One of the ideas which I’ve written about often is, that when certain Computer Algebra Software needs to compute the root of an equation, such as of a polynomial, an exact Algebraic solution, which is also referred to as the analytical solution, or symbolic Math, may not be at hand, and that therefore, the software uses numerical approximation, in a way that never churned out the Algebraic solution in the first place. And while it might sound disappointing, often, the numerical solution is what Engineers really need.

But one subject which I haven’t analyzed in-depth before, was, how this art might work. This is a subject which some people may study in University, and I never studied that. I can see that in certain cases, an obvious pathway suggests itself. For example, if somebody knows an interval for (x), and if the polynomial function of (x), that being (y), happens to be positive at one end of the interval, and negative at the other end, then it becomes feasible to keep bisecting the interval, so that if (y) is positive at the point of bisection, its value of (x) replaces the ‘positive’ value of (x) for the interval, while if at that new point, (y) is negative, its value for (x) replaces the ‘negative’ value of (x) for the interval. This can be repeated until the interval has become smaller than some amount, by which the root is allowed to be inaccurate.

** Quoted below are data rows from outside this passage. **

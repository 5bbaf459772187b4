import { and, eq, inArray, isNull, ne, sql } from 'drizzle-orm';
import type { Executor } from '../../db/client';
import { changeOrders, invitations, lienWaivers, payApps, payments, user } from '../../db/schema';

/**
 * Pay applications of these projects that are not paid in full, each with the time it entered its status (the
 * latest history row to that status; its creation for a draft never moved) and its open disputes.
 */
export async function unfinishedPayApps(db: Executor, projectIds: string[]) {
  if (projectIds.length === 0) return [];
  // Written out with table names: Drizzle leaves columns unqualified inside a selected expression.
  const enteredAt = sql<Date | string | null>`(select max(h.created_at) from pay_app_status_history h
    where h.pay_app_id = "pay_apps"."id" and h.to_status = "pay_apps"."status")`;
  const openDisputes = sql<number>`(select count(*)::int from disputes d where d.pay_app_id = "pay_apps"."id" and d.status = 'open')`;
  return db
    .select({
      id: payApps.id,
      projectId: payApps.projectId,
      number: payApps.number,
      revision: payApps.revision,
      status: payApps.status,
      periodStart: payApps.periodStart,
      periodEnd: payApps.periodEnd,
      isFinal: payApps.isFinal,
      currentDueCents: payApps.currentDueCents,
      paidCents: payApps.paidCents,
      certifiedAt: payApps.certifiedAt,
      submittedAt: payApps.submittedAt,
      createdAt: payApps.createdAt,
      enteredAt,
      openDisputes,
    })
    .from(payApps)
    .where(and(inArray(payApps.projectId, projectIds), ne(payApps.status, 'paid')))
    .orderBy(payApps.number);
}

/** Recently paid applications too: an unconditional waiver may still be owed on them. */
export async function paymentsOf(db: Executor, payAppIds: string[]) {
  if (payAppIds.length === 0) return [];
  return db
    .select({
      id: payments.id,
      payAppId: payments.payAppId,
      amountCents: payments.amountCents,
      status: payments.status,
      settledAt: payments.settledAt,
      createdAt: payments.createdAt,
    })
    .from(payments)
    .where(inArray(payments.payAppId, payAppIds))
    .orderBy(payments.createdAt);
}

export async function waiversOf(db: Executor, payAppIds: string[]) {
  if (payAppIds.length === 0) return [];
  return db
    .select({ payAppId: lienWaivers.payAppId, kind: lienWaivers.kind, paymentId: lienWaivers.paymentId })
    .from(lienWaivers)
    .where(inArray(lienWaivers.payAppId, payAppIds));
}

/** Paid applications with a settled payment whose unconditional waiver may not be issued yet. */
export async function paidPayApps(db: Executor, projectIds: string[]) {
  if (projectIds.length === 0) return [];
  const settledWithoutWaiver = sql<boolean>`exists (select 1 from ${payments} where ${payments.payAppId} = ${payApps.id}
    and ${payments.status} = 'succeeded' and not exists (select 1 from ${lienWaivers}
    where ${lienWaivers.paymentId} = ${payments.id} and ${lienWaivers.kind} in ('unconditional_progress', 'unconditional_final')))`;
  return db
    .select({
      id: payApps.id,
      projectId: payApps.projectId,
      number: payApps.number,
      status: payApps.status,
      isFinal: payApps.isFinal,
      currentDueCents: payApps.currentDueCents,
      paidCents: payApps.paidCents,
      certifiedAt: payApps.certifiedAt,
    })
    .from(payApps)
    .where(and(inArray(payApps.projectId, projectIds), eq(payApps.status, 'paid'), settledWithoutWaiver));
}

export async function proposedChangeOrders(db: Executor, projectIds: string[]) {
  if (projectIds.length === 0) return [];
  return db
    .select({
      id: changeOrders.id,
      projectId: changeOrders.projectId,
      number: changeOrders.number,
      title: changeOrders.title,
      gcApprovedAt: changeOrders.gcApprovedAt,
      ownerApprovedAt: changeOrders.ownerApprovedAt,
      createdAt: changeOrders.createdAt,
      proposedBy: user.name,
    })
    .from(changeOrders)
    .innerJoin(user, eq(user.id, changeOrders.proposedByUserId))
    .where(and(inArray(changeOrders.projectId, projectIds), eq(changeOrders.status, 'proposed')))
    .orderBy(changeOrders.number);
}

export async function unacceptedInvitations(db: Executor, projectIds: string[]) {
  if (projectIds.length === 0) return [];
  return db
    .select({
      id: invitations.id,
      projectId: invitations.projectId,
      email: invitations.email,
      role: invitations.role,
      expiresAt: invitations.expiresAt,
      createdAt: invitations.createdAt,
    })
    .from(invitations)
    .where(and(inArray(invitations.projectId, projectIds), isNull(invitations.acceptedAt)))
    .orderBy(invitations.createdAt);
}
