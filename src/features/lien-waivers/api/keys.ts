export const lienWaiverKeys = {
  all: ['lien-waivers'] as const,
  project: (projectId: string) => [...lienWaiverKeys.all, 'project', projectId] as const,
};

But there exist certain cases in which the path forward is not as obvious, such as what one should do, if one was given a polynomial of an even degree, that only has complex roots, yet, if these complex roots nevertheless needed to be found. Granted, in practical terms such a problem may never present itself in the lifetime of the reader. But if it does, I just had lots of idle time, and have contemplated an answer.

(Updated 1/30/2019, 13h00 … )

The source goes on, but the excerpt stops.